• WHAT YOU HAVE TO DO: Retype each entry exactly.

• DATASET EXTRACT:

import type { TemperatureGrade, TractionGrade } from "../types";
import { addSpan, endsChunk, glued, numAt, skipPunct, wordAt, type Reader } from "./reader";

export const TRACTION: ReadonlySet<string> = new Set<TractionGrade>(["AA", "A", "B", "C"]);
const TEMPERATURE: ReadonlySet<string> = new Set<TemperatureGrade>(["A", "B", "C"]);

function set<K extends "treadwear" | "traction" | "temperature">(r: Reader, key: K, value: NonNullable<Reader["draft"][K]>, label: string): void {
  const d = r.draft;
  if (d[key] !== null && d[key] !== value) d.warnings.push(`Two ${label} grades are marked (${d[key]} and ${value}); ${d[key]} is used.`);
  d[key] ??= value;
}

/** Traction then temperature grade from the words at k: "AA A", "A A", "AAA", "AB". */
function grades(r: Reader, k: number): { traction: string; temperature: string; next: number } | null {
  const w = wordAt(r, k);
  if (w === undefined || w.length > 3) return null;
  const second = wordAt(r, k + 1);
  if (w.length <= 2 && second?.length === 1 && !glued(r, k + 1)) return { traction: w, temperature: second, next: k + 2 };
  if (w.length === 1) return null;
  return { traction: w.slice(0, -1), temperature: w.slice(-1), next: k + 1 };
}

/** Treadwear number then grades without keywords: "500 A A", "500AA A", "UTQG 500 AA A". */
export function readUtqgGrades(r: Reader, i: number): number {
  const tw = numAt(r, i);
  if (!tw?.plain || tw.text.length < 2 || tw.text.length > 4) return 0;
  const g = grades(r, i + 1);
  if (!g || !TRACTION.has(g.traction) || !TEMPERATURE.has(g.temperature) || !endsChunk(r, g.next)) return 0;
  set(r, "treadwear", tw.value, "treadwear");
  set(r, "traction", g.traction as TractionGrade, "traction");
  set(r, "temperature", g.temperature as TemperatureGrade, "temperature");
  addSpan(r, "utqg", i, g.next);
  return g.next;
}

/** "TREADWEAR 500", "TRACTION AA", "TEMPERATURE A" (or "TEMP A"), in any order; "UTQG" before bare grades. */
export function readUtqgWords(r: Reader, i: number): number {
  const key = wordAt(r, i);
  const j = skipPunct(r, i + 1, ":");
  if (key === "UTQG") {
    const end = readUtqgGrades(r, j);
    if (end > 0) addSpan(r, "utqg", i, i + 1);
    return end;
  }
  if (!endsChunk(r, j + 1)) return 0;
  if (key === "TREADWEAR") {
    const n = numAt(r, j);
    if (!n?.plain) return 0;
    set(r, "treadwear", n.value, "treadwear");
  } else {
    const grade = wordAt(r, j) ?? "";
    if (key === "TRACTION" && TRACTION.has(grade)) set(r, "traction", grade as TractionGrade, "traction");
    else if ((key === "TEMPERATURE" || key === "TEMP") && TEMPERATURE.has(grade)) set(r, "temperature", grade as TemperatureGrade, "temperature");
    else return 0;
  }
  addSpan(r, "utqg", i, j + 1);
  return j + 1;
}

• EXERCISE SOLUTION:
import type { TemperatureGrade, TractionGrade } from "../types";
import { addSpan, endsChunk, glued, numAt, skipPunct, wordAt, type Reader } from "./reader";

export const TRACTION: ReadonlySet<string> = new Set<TractionGrade>(["AA", "A", "B", "C"]);
const TEMPERATURE: ReadonlySet<string> = new Set<TemperatureGrade>(["A", "B", "C"]);

function set<K extends "treadwear" | "traction" | "temperature">(r: Reader, key: K, value: NonNullable<Reader["draft"][K]>, label: string): void {
  const d = r.draft;
  if (d[key] !== null && d[key] !== value) d.warnings.push(`Two ${label} grades are marked (${d[key]} and ${value}); ${d[key]} is used.`);
  d[key] ??= value;
}

/** Traction then temperature grade from the words at k: "AA A", "A A", "AAA", "AB". */
function grades(r: Reader, k: number): { traction: string; temperature: string; next: number } | null {
  const w = wordAt(r, k);
  if (w === undefined || w.length > 3) return null;
  const second = wordAt(r, k + 1);
  if (w.length <= 2 && second?.length === 1 && !glued(r, k + 1)) return { traction: w, temperature: second, next: k + 2 };
  if (w.length === 1) return null;
  return { traction: w.slice(0, -1), temperature: w.slice(-1), next: k + 1 };
}

/** Treadwear number then grades without keywords: "500 A A", "500AA A", "UTQG 500 AA A". */
export function readUtqgGrades(r: Reader, i: number): number {
  const tw = numAt(r, i);
  if (!tw?.plain || tw.text.length < 2 || tw.text.length > 4) return 0;
  const g = grades(r, i + 1);
  if (!g || !TRACTION.has(g.traction) || !TEMPERATURE.has(g.temperature) || !endsChunk(r, g.next)) return 0;
  set(r, "treadwear", tw.value, "treadwear");
  set(r, "traction", g.traction as TractionGrade, "traction");
  set(r, "temperature", g.temperature as TemperatureGrade, "temperature");
  addSpan(r, "utqg", i, g.next);
  return g.next;
}

/** "TREADWEAR 500", "TRACTION AA", "TEMPERATURE A" (or "TEMP A"), in any order; "UTQG" before bare grades. */
export function readUtqgWords(r: Reader, i: number): number {
  const key = wordAt(r, i);
  const j = skipPunct(r, i + 1, ":");
  if (key === "UTQG") {
    const end = readUtqgGrades(r, j);
    if (end > 0) addSpan(r, "utqg", i, i + 1);
    return end;
  }
  if (!endsChunk(r, j + 1)) return 0;
  if (key === "TREADWEAR") {
    const n = numAt(r, j);
    if (!n?.plain) return 0;
    set(r, "treadwear", n.value, "treadwear");
  } else {
    const grade = wordAt(r, j) ?? "";
    if (key === "TRACTION" && TRACTION.has(grade)) set(r, "traction", grade as TractionGrade, "traction");
    else if ((key === "TEMPERATURE" || key === "TEMP") && TEMPERATURE.has(grade)) set(r, "temperature", grade as TemperatureGrade, "temperature");
    else return 0;
  }
  addSpan(r, "utqg", i, j + 1);
  return j + 1;
}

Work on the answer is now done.